WHAT NEEDS TO BE DONE:
For the word "Levenshtein", search the records and show each line in which it occurs.

SOURCE INFORMATION:
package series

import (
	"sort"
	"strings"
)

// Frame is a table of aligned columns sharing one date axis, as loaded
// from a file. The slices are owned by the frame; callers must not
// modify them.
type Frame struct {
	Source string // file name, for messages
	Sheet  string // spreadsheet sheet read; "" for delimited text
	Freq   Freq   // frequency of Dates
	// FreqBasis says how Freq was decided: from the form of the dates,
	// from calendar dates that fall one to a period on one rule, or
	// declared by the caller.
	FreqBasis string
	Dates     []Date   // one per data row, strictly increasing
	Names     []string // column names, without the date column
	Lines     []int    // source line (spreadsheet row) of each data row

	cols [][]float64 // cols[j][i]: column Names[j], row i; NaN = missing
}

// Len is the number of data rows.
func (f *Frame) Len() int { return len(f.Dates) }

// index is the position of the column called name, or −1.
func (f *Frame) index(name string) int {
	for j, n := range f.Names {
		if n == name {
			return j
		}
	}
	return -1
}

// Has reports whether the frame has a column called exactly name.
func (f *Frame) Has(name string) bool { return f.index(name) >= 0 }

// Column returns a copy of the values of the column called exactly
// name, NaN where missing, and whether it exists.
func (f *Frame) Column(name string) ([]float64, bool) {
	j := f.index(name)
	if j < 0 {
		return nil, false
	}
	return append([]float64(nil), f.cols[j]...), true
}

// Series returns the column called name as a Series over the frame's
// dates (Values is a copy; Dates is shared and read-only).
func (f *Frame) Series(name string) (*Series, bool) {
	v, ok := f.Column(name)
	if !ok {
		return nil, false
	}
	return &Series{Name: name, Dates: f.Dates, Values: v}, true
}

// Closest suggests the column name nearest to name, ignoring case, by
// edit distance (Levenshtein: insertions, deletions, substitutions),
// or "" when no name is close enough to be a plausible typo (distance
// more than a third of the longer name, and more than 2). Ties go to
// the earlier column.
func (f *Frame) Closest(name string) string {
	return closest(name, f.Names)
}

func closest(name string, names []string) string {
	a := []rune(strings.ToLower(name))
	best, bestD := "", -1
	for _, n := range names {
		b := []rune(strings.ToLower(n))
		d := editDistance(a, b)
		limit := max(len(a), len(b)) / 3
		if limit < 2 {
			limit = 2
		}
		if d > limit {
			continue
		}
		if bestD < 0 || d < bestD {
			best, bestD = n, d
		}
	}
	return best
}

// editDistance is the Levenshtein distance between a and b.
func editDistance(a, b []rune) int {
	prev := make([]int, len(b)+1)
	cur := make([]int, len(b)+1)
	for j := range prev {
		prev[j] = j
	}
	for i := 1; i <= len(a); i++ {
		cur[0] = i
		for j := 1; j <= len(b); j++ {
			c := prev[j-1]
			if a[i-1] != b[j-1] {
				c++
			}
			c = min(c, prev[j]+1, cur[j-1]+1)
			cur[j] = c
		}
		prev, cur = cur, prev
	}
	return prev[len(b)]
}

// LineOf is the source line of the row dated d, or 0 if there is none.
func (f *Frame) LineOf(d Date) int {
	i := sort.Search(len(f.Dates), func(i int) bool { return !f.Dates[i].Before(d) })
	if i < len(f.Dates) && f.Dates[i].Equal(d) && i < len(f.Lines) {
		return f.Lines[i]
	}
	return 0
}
* * *
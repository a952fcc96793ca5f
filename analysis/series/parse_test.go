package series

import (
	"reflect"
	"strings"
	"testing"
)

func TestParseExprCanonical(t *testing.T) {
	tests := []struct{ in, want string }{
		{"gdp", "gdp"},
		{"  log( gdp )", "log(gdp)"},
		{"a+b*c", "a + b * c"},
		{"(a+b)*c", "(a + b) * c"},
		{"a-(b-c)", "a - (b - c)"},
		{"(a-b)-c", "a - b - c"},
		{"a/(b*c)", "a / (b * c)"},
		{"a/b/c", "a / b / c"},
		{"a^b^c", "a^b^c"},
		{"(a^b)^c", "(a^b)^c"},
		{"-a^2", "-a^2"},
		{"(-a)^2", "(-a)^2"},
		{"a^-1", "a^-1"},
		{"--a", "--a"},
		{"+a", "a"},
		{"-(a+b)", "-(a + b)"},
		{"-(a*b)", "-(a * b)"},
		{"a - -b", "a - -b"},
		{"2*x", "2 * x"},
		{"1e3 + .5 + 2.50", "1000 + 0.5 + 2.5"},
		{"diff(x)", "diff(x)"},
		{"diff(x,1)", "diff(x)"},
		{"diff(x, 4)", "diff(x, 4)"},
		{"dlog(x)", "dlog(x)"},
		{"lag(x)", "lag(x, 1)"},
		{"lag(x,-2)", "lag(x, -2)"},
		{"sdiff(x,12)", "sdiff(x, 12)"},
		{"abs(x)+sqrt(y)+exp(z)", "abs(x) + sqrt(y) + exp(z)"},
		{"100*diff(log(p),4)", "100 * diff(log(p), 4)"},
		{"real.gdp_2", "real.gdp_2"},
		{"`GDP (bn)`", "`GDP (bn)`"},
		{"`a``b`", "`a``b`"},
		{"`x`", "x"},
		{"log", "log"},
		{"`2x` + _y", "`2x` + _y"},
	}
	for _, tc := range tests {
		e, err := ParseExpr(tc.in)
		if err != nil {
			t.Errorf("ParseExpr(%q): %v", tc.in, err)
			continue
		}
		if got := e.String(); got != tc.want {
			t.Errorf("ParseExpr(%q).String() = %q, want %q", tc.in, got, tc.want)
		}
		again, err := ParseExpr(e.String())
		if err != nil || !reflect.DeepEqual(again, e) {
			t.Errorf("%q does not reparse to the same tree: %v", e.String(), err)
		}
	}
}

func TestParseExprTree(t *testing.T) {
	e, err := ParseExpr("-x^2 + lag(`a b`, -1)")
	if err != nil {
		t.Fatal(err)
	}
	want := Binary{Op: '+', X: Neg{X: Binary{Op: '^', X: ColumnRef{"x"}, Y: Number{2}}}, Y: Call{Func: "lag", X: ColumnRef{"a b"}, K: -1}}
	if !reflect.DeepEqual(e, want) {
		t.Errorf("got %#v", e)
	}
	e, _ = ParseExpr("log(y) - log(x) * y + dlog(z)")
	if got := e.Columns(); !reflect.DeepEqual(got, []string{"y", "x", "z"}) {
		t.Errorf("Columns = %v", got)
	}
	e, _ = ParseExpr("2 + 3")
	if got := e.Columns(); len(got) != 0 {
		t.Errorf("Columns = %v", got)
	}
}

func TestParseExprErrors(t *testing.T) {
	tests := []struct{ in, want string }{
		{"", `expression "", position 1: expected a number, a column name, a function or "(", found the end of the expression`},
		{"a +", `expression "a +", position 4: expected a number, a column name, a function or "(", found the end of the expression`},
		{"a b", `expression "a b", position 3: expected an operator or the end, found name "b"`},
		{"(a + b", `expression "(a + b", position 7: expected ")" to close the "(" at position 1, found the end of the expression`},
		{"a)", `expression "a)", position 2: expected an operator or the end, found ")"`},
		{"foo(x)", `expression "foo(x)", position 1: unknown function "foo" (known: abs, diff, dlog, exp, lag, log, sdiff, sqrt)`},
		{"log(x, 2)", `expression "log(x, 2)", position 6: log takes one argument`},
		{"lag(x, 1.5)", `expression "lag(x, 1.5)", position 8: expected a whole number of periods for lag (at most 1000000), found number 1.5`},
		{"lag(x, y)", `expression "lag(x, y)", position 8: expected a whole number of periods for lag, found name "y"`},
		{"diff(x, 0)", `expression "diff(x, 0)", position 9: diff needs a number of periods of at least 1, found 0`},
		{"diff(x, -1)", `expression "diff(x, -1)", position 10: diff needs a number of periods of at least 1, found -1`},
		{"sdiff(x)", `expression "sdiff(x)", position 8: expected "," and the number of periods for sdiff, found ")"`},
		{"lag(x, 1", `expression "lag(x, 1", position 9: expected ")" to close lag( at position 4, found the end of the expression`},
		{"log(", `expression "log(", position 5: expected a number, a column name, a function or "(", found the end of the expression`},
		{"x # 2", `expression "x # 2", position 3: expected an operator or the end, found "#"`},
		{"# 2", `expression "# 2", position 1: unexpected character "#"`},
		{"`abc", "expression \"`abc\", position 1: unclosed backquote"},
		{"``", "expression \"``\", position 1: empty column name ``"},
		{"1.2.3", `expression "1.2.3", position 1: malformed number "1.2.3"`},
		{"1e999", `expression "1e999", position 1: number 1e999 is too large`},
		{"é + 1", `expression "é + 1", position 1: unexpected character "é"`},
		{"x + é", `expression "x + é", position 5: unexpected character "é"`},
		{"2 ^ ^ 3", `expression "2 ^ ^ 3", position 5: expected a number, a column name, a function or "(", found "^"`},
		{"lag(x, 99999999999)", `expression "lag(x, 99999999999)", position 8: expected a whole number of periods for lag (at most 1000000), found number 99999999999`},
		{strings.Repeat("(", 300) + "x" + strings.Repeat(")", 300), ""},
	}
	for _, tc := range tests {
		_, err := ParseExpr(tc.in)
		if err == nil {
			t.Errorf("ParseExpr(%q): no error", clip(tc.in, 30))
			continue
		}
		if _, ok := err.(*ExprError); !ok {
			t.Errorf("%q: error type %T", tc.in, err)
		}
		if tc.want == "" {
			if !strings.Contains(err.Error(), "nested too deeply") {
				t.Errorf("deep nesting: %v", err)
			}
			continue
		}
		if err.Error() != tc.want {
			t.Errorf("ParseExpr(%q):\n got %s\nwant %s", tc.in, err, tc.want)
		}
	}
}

PROBLEM SOLUTION:
// edit distance (Levenshtein: insertions, deletions, substitutions),
// editDistance is the Levenshtein distance between a and b.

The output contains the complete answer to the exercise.